When a British Columbia resident suffers an injury in an accident that was caused by another person, he or she may pursue recovery of damages. This can be done by filing a personal injury lawsuit in a civil court. However, successful presentation of such a claim will require proof of negligence, which could present quite a challenge.

When any person is reckless or careless in a way that creates unreasonable risks of harm, he or she is negligent. Any individual owes others a duty of care, and if he or she fails in that duty, and others suffer injuries, the victims may hold the negligent person liable for damages. The plaintiff must first show that the defendant owed a duty of care, and then prove that he or she failed in that duty. It may, for example, involve distracted or impaired driving.

The next thing to establish before the court is that this negligence caused the plaintiff harm, by showing that had it not been for the defendant’s actions, the injury would not have resulted. Furthermore, there will be a foreseeability test to determine whether the harm caused could have been anticipated. The next thing to prove to the court is documented evidence of losses such as medical reports and bills for physical injuries along with proof of lost income on wage reports.

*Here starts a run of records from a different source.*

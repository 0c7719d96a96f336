import { keepUntil, RETENTION, type RetentionKind } from "../../shared/rule-sets/retention";
import type {
  ErasureView,
  FormerWorker,
  HoldView,
  KeptBecause,
  RetentionFilter,
  TermView,
} from "../../shared/schemas/retention";
import { decodeCursor, encodeCursor } from "../lib/cursor";
import { row, rows } from "../lib/db";
import { inForce } from "../lib/grants";
import { type Actor, abilities, visible } from "../lib/policy";
import { erasurePolicy, holdPolicy, retentionPolicy } from "../policies";

/** Holds, orders and the people of one that are listed at most. */
const LIST_LIMIT = 200;
const PEOPLE_LIMIT = 500;

type Former = Omit<
  FormerWorker,
  "keepUntil" | "ruleSetKey" | "citation" | "sourceStatus" | "keptBecause"
> & {
  ruleSetKeys: string[];
  last: Record<RetentionKind, string | null>;
  ownYears: number | null;
  isHeld: boolean;
  hasOpenFinding: boolean;
  hasOtherRole: boolean;
};

/** SQL: rule sets that applied where a worker worked, governing and beside; of the alias `w`. */
const RULE_SETS_OF = `ARRAY(SELECT DISTINCT k.key FROM site_settings x, unnest(x.governing_rule_set || x.comparison_rule_sets) k(key)
  WHERE x.site_id = w.site_id OR x.site_id IN (SELECT d.site_id FROM days d WHERE d.worker_id = w.id) ORDER BY 1)`;

async function formerWorkers(
  condition: string,
  values: Record<string, unknown>,
): Promise<FormerWorker[]> {
  const found = await rows<Former>(
    `SELECT w.id, w.name, w.employee_number AS "employeeNumber", w.site_id AS "siteId", s.name AS "siteName", w.left_on::text AS "leftOn",
       ${RULE_SETS_OF} AS "ruleSetKeys",
       jsonb_build_object(
         'measurements', greatest((SELECT max(d.date) FROM days d WHERE d.worker_id = w.id), (SELECT max(r.date) FROM runs r WHERE r.worker_id = w.id)),
         'assessments', (SELECT max(d.date) FROM days d WHERE d.worker_id = w.id),
         'training', (SELECT max(t.held_on) FROM training_attendances a JOIN training_sessions t ON t.id = a.session_id WHERE a.worker_id = w.id)) AS last,
       (SELECT t.years_after_leaving FROM retention_terms t WHERE t.organization_id = w.organization_id ORDER BY t.number DESC LIMIT 1) AS "ownYears",
       EXISTS (SELECT 1 FROM legal_holds h WHERE h.lifted_at IS NULL AND (h.worker_id = w.id OR (h.worker_id IS NULL AND h.site_id = w.site_id))) AS "isHeld",
       EXISTS (SELECT 1 FROM findings f WHERE f.worker_id = w.id AND f.state <> 'closed') AS "hasOpenFinding",
       EXISTS (SELECT 1 FROM users u JOIN role_grants g ON g.user_id = u.id WHERE u.worker_id = w.id AND u.revoked_at IS NULL AND g.role <> 'worker' AND ${inForce("g")}) AS "hasOtherRole",
       EXISTS (SELECT 1 FROM erasure_people p WHERE p.worker_id = w.id AND p.state = 'waiting') AS "isProposed",
       jsonb_build_object(
         'letters', (SELECT count(*) FROM result_letters l WHERE l.worker_id = w.id),
         'notes', (SELECT count(*) FROM shifts x JOIN shift_revisions r ON r.shift_id = x.id WHERE x.worker_id = w.id AND r.note <> '')
           + (SELECT count(*) FROM findings f JOIN finding_steps t ON t.finding_id = f.id WHERE f.worker_id = w.id AND t.text <> '')
           + (SELECT count(*) FROM fit_tests x JOIN fit_test_revisions r ON r.fit_test_id = x.id WHERE x.worker_id = w.id AND r.note <> ''),
         'files', (SELECT count(*) FROM findings f JOIN finding_files p ON p.finding_id = f.id WHERE f.worker_id = w.id)
           + (SELECT count(*) FROM runs r JOIN run_files p ON p.run_id = r.id WHERE r.worker_id = w.id)) AS records
     FROM workers w JOIN sites s ON s.id = w.site_id
     WHERE w.left_on < current_date AND NOT EXISTS (SELECT 1 FROM erasure_people p WHERE p.worker_id = w.id AND p.state = 'erased') AND ${condition}
     ORDER BY w.left_on, w.id`,
    values,
  );
  return found.map(
    ({ ruleSetKeys, last, ownYears, isHeld, hasOpenFinding, hasOtherRole, ...worker }) => {
      const term = keepUntil({ leftOn: worker.leftOn, ruleSetKeys, last, ownYears });
      const because = (): KeptBecause | null => {
        if (isHeld) return "held";
        if (!term) return "no-term";
        // The day itself still belongs to the term.
        if (term.keepUntil >= new Date().toISOString().slice(0, 10)) return "not-due";
        if (hasOpenFinding) return "open-finding";
        return hasOtherRole ? "other-role" : null;
      };
      return {
        ...worker,
        keepUntil: term?.keepUntil ?? null,
        ruleSetKey: term?.ruleSetKey ?? null,
        citation: term?.period?.citation ?? null,
        sourceStatus: term?.period?.sourceStatus ?? null,
        keptBecause: because(),
      };
    },
  );
}

/** Whether one person may be erased as things stand. Null: employed, erased already, or not there. */
export async function formerWorker(id: string): Promise<FormerWorker | null> {
  return (await formerWorkers("w.id = :id", { id }))[0] ?? null;
}

/** People who left, of sites that the actor looks after; with a list of ids only those. */
export function visibleFormerWorkers(
  actor: Actor,
  { siteId, ids }: { siteId?: string | undefined; ids?: readonly string[] },
): Promise<FormerWorker[]> {
  return formerWorkers(
    `${visible(retentionPolicy, actor, "w")} ${siteId === undefined ? "" : "AND w.site_id = :siteId"} ${ids ? "AND w.id = ANY (CAST(:ids AS uuid[]))" : ""}`,
    { siteId, ids: `{${(ids ?? []).join(",")}}` },
  );
}

/** Due first by how long ago it fell due; kept ones by when they fall due, those of whom nobody can say first. */
export async function pageOfFormerWorkers(
  actor: Actor,
  { siteId, show, cursor, limit }: RetentionFilter,
): Promise<{ rows: FormerWorker[]; next: string | null }> {
  const keyOf = ({ keepUntil: until, id }: FormerWorker) => `${until ?? ""} ${id}`;
  const all = (await visibleFormerWorkers(actor, { siteId }))
    .filter(({ keptBecause }) => (keptBecause === null) === (show === "due"))
    .sort((a, b) => (keyOf(a) < keyOf(b) ? -1 : 1));
  const after = String(decodeCursor(cursor, 1)?.[0] ?? "");
  const rest = all.filter((one) => keyOf(one) > after);
  const page = rest.slice(0, limit);
  const last = page.at(-1);
  return {
    rows: page,
    next: last && rest.length > page.length ? encodeCursor([keyOf(last)]) : null,
  };
}

/** The organization's own term, what rules say at the actor's sites, and how many people it is about. */
export async function termView(actor: Actor): Promise<TermView> {
  const { organizationId } = actor;
  const own = await row<{ yearsAfterLeaving: number | null; revision: number }>(
    `SELECT years_after_leaving AS "yearsAfterLeaving", number AS revision FROM retention_terms WHERE organization_id = :organizationId ORDER BY number DESC LIMIT 1`,
    { organizationId },
  );
  const keys = await rows<{ key: string }>(
    `SELECT DISTINCT k.key FROM site_settings x, unnest(x.governing_rule_set || x.comparison_rule_sets) k(key)
     WHERE ${visible(retentionPolicy, actor, "x")} ORDER BY 1`,
  );
  const people = await visibleFormerWorkers(actor, {});
  const due = people.filter(({ keptBecause }) => keptBecause === null);
  return {
    yearsAfterLeaving: own?.yearsAfterLeaving ?? null,
    revision: own?.revision ?? 0,
    ruleSetKeys: keys.map(({ key }) => key),
    periods: keys.flatMap(({ key }) =>
      (RETENTION[key] ?? []).map((period) => ({ ruleSetKey: key, ...period })),
    ),
    counts: {
      due: due.length,
      proposed: due.filter(({ isProposed }) => isProposed).length,
      kept: people.length - due.length,
    },
    can: { change: retentionPolicy.can.setTerm(actor, { siteId: "" }) },
  };
}

type HoldRow = Omit<HoldView, "worker" | "lifted" | "can" | "placedAt"> & {
  placedAt: Date;
  workerId: string | null;
  workerName: string | null;
  liftedBy: string | null;
  liftedAt: Date | null;
  liftedReason: string | null;
};

/** Holds that stand, then those that were lifted, the latest first. */
export async function listHolds(actor: Actor, id: string | null = null): Promise<HoldView[]> {
  const found = await rows<HoldRow>(
    `SELECT h.id, h.site_id AS "siteId", s.name AS "siteName", w.id AS "workerId", w.name AS "workerName", h.reason, p.name AS "placedBy", h.placed_at AS "placedAt",
       l.name AS "liftedBy", h.lifted_at AS "liftedAt", h.lifted_reason AS "liftedReason", h.revision
     FROM legal_holds h JOIN sites s ON s.id = h.site_id LEFT JOIN workers w ON w.id = h.worker_id
     JOIN users p ON p.id = h.placed_by LEFT JOIN users l ON l.id = h.lifted_by
     WHERE ${visible(holdPolicy, actor, "h")} AND (CAST(:id AS uuid) IS NULL OR h.id = :id)
     ORDER BY h.lifted_at IS NOT NULL, h.placed_at DESC, h.id LIMIT ${LIST_LIMIT}`,
    { id },
  );
  return found.map(
    ({ workerId, workerName, liftedBy, liftedAt, liftedReason, placedAt, ...hold }) => ({
      ...hold,
      placedAt: placedAt.toISOString(),
      worker: workerId !== null && workerName !== null ? { id: workerId, name: workerName } : null,
      lifted:
        liftedBy !== null && liftedAt !== null
          ? { by: liftedBy, at: liftedAt.toISOString(), reason: liftedReason ?? "" }
          : null,
      can: abilities(holdPolicy, actor, hold),
    }),
  );
}

type ErasureRow = Omit<ErasureView, "proposedAt" | "approvedAt" | "doneAt" | "can"> & {
  proposedAt: Date;
  approvedAt: Date | null;
  doneAt: Date | null;
  proposedById: string;
};

/** What was proposed to be erased, the latest first, with how far it is. */
export async function listErasures(actor: Actor, id: string | null = null): Promise<ErasureView[]> {
  const found = await rows<ErasureRow>(
    `SELECT e.id, e.site_id AS "siteId", s.name AS "siteName", e.state, e.proposed_by AS "proposedById", p.name AS "proposedBy", e.proposed_at AS "proposedAt",
       a.name AS "approvedBy", e.approved_at AS "approvedAt", w.name AS "withdrawnBy", e.done_at AS "doneAt", e.revision,
       (SELECT count(*)::int FROM erasure_people x WHERE x.erasure_id = e.id AND x.state = 'waiting') AS waiting,
       (SELECT count(*)::int FROM erasure_people x WHERE x.erasure_id = e.id AND x.state = 'erased') AS erased,
       (SELECT coalesce(jsonb_agg(jsonb_build_object('because', k.because, 'count', k.count) ORDER BY k.because), '[]') FROM (
          SELECT x.kept_because AS because, count(*) AS count FROM erasure_people x WHERE x.erasure_id = e.id AND x.state = 'kept' GROUP BY 1) k) AS kept,
       (SELECT coalesce(jsonb_agg(jsonb_build_object('id', n.id, 'name', n.name, 'keepUntil', n.keep_until) ORDER BY n.name, n.id), '[]') FROM (
          SELECT o.id, o.name, x.keep_until::text FROM erasure_people x JOIN workers o ON o.id = x.worker_id WHERE x.erasure_id = e.id ORDER BY o.name, o.id LIMIT ${PEOPLE_LIMIT}) n) AS people
     FROM erasures e JOIN sites s ON s.id = e.site_id JOIN users p ON p.id = e.proposed_by
     LEFT JOIN users a ON a.id = e.approved_by LEFT JOIN users w ON w.id = e.withdrawn_by
     WHERE ${visible(erasurePolicy, actor, "e")} AND (CAST(:id AS uuid) IS NULL OR e.id = :id) ORDER BY e.proposed_at DESC, e.id LIMIT ${id === null ? 50 : 1}`,
    { id },
  );
  return found.map(({ proposedById, proposedAt, approvedAt, doneAt, ...erasure }) => ({
    ...erasure,
    proposedAt: proposedAt.toISOString(),
    approvedAt: approvedAt?.toISOString() ?? null,
    doneAt: doneAt?.toISOString() ?? null,
    can: abilities(erasurePolicy, actor, {
      siteId: erasure.siteId,
      state: erasure.state,
      proposedBy: proposedById,
    }),
  }));
}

Navigating a personal injury lawsuit can be a road full of obstacles. For this reason, many victims of injuries suffered in car accidents or other manners choose to utilise the services of an experienced British Columbia personal injury lawyer. Such a professional can gather the necessary evidence to establish negligence and pursue recovery of damages on behalf of the plaintiff. Along with financial losses, the lawyer may be able to achieve recovery of other damages such as pain and suffering, lost life enjoyment and more.